Abstract

Scientific evidence shows that programmed intermittent epidural bolus (PIEB) for labor analgesia achieves good obstetric outcomes. After implementing our institutional standard for epidural analgesia, we compared PIEB + patient-controlled epidural analgesia (PCEA) versus continuous epidural infusion (CEI). In an observational cohort study, we compared CEI with 0.2% ropivacaine + 100-μg fentanyl initial bolus versus PIEB+PCEA with 0.1% ropivacaine + 2 μg mL-1 fentanyl in primiparous women. The primary outcome was mode of delivery. Secondary outcomes were duration of the second stage of labor and total ropivacaine and fentanyl doses. Other outcomes, in the PIEB+PCEA group only, were motor block, use of PCEA and rescue bolus, maternal mobility and maternal satisfaction. Univariate statistical analysis was performed using the χ2 Test, analysis of variance or nonparametric Kruskal-Wallis Test. Multivariate analysis was performed using multiple logistic regression analysis. The study included 221 patients (CEI 116; PIEB+PCEA 105).
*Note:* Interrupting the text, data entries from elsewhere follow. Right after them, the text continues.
/**
 * Evaluation kernels of expression models: a JavaScript function generated
 * from whitelisted source (see `compile.ts`), or mathjs `compile` with a
 * scope per point when code generation is not allowed.
 */
import type { MathNode } from 'mathjs';

/** Writes model values (or k values per point, row-major) for parameters p at points x. */
export type Kernel = (p: Float64Array, x: Float64Array, out: Float64Array) => void;

/**
 * Builds a kernel writing `exprs.length` values per point (row-major) from
 * whitelisted JS expressions over q0…q(k−1) (parameters), v0… (variables)
 * and the per-point declarations `prelude` (see `SharedTerms`).
 */
export function generate(
  k: number,
  nv: number,
  indexed: boolean,
  exprs: string[],
  cols: (ArrayLike<number> | null)[],
  prelude: readonly string[] = []
): Kernel {
  const body =
    exprs.length === 1
      ? [`    out[i] = ${exprs[0]};`]
      : [`    const o = i * ${exprs.length};`, ...exprs.map((e, j) => `    out[o + ${j}] = ${e};`)];
  return build(k, nv, indexed, cols, prelude, 'p, x, out', body) as Kernel;
}

/** Writes model values into `out` and the Jacobian (row-major n×k) into `jac` in one pass. */
export type CombinedKernel = (p: Float64Array, x: Float64Array, out: Float64Array, jac: Float64Array) => void;

/**
 * Builds a kernel writing the value `valueExpr` into out[i] and the k
 * derivatives `derivExprs` into jac[i·k + j], per point, after the shared
 * declarations `prelude` (value and derivatives name common sub-terms once).
 */
export function generateCombined(
  k: number,
  nv: number,
  indexed: boolean,
  valueExpr: string,
  derivExprs: string[],
  cols: (ArrayLike<number> | null)[],
  prelude: readonly string[]
): CombinedKernel {
  const body = [`    out[i] = ${valueExpr};`, `    const o = i * ${derivExprs.length};`, ...derivExprs.map((e, j) => `    jac[o + ${j}] = ${e};`)];
  return build(k, nv, indexed, cols, prelude, 'p, x, out, jac', body) as CombinedKernel;
}

function build(
  k: number,
  nv: number,
  indexed: boolean,
  cols: (ArrayLike<number> | null)[],
  prelude: readonly string[],
  signature: string,
  body: string[]
): unknown {
  const lines: string[] = ['"use strict";', `return function (${signature}) {`];
  for (let j = 0; j < k; j++) {
    lines.push(`  const q${j} = p[${j}];`);
  }
  lines.push('  const n = x.length;', '  for (let i = 0; i < n; i++) {');
  if (indexed) {
    lines.push('    const ix = x[i];');
    for (let v = 0; v < nv; v++) {
      lines.push(`    const v${v} = c${v}[ix];`);
    }
  } else {
    lines.push('    const v0 = x[i];');
  }
  lines.push(...prelude.map((l) => `    ${l}`), ...body, '  }', '};');
  const argNames = cols.map((_, v) => `c${v}`);
  const factory = new Function(...argNames, lines.join('\n')) as (...c: unknown[]) => unknown;
  return factory(...cols.map((c) => (c ? Float64Array.from(c) : null)));
}

/**
 * Scope of one point, as a Map: names such as `constructor` or `__proto__`
 * are ordinary parameters there (a plain object would resolve them to, or
 * refuse them as, properties of Object.prototype).
 */
function scopeFor(
  p: Float64Array,
  x: Float64Array,
  i: number,
  parameters: string[],
  variables: string[],
  constants: Record<string, number>,
  cols: (ArrayLike<number> | null)[]
): Map<string, number> {
  const scope = new Map<string, number>();
  for (const name of Object.keys(constants)) {
    scope.set(name, constants[name]);
  }
  parameters.forEach((name, j) => {
    scope.set(name, p[j]);
  });
  variables.forEach((name, v) => {
    const c = cols[v];
    scope.set(name, c ? c[x[i]] : x[i]);
  });
  return scope;
}

/** A mathjs result as a number: booleans (comparisons) are 1 or 0, anything else not numeric is NaN. */
function asNumber(v: unknown): number {
  return typeof v === 'number' ? v : typeof v === 'boolean' ? (v ? 1 : 0) : Number.NaN;
}

/** Fallback when generated functions are not allowed: mathjs compiled evaluation per point. */
export function interpret(
  node: MathNode,
  parameters: string[],
  variables: string[],
  constants: Record<string, number>,
  cols: (ArrayLike<number> | null)[]
): Kernel {
  return interpretMany([node], parameters, variables, constants, cols);
}

export function interpretMany(
  nodes: MathNode[],
  parameters: string[],
  variables: string[],
  constants: Record<string, number>,
  cols: (ArrayLike<number> | null)[]
): Kernel {
  const compiled = nodes.map((nd) => nd.compile());
  return (p, x, out) => {
    for (let i = 0; i < x.length; i++) {
      const scope = scopeFor(p, x, i, parameters, variables, constants, cols);
      compiled.forEach((c, j) => {
        out[i * compiled.length + j] = asNumber(c.evaluate(scope));
      });
    }
  };
}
Multiple logistic regression showed that the PIEB+PCEA group had significantly fewer caesarean sections (CEI [14%] vs. PIEB+PCEA [5%], P=0.015) and instrumental deliveries, after correcting for confounders (OR=0.49; 95% CI: 0.27-0.89). The second stage of labor did not significantly differ between groups. Total ropivacaine dose was significantly lower with PIEB+PCEA. There was no relationship between mild motor block and increased use of PCEA in the PIEB+PCEA group. Mode of delivery and duration of the second stage of labor were not influenced by motor block either. Maternal satisfaction was high. PIEB+PCEA offers obstetric and analgesic advantages over CEI in daily clinical practice.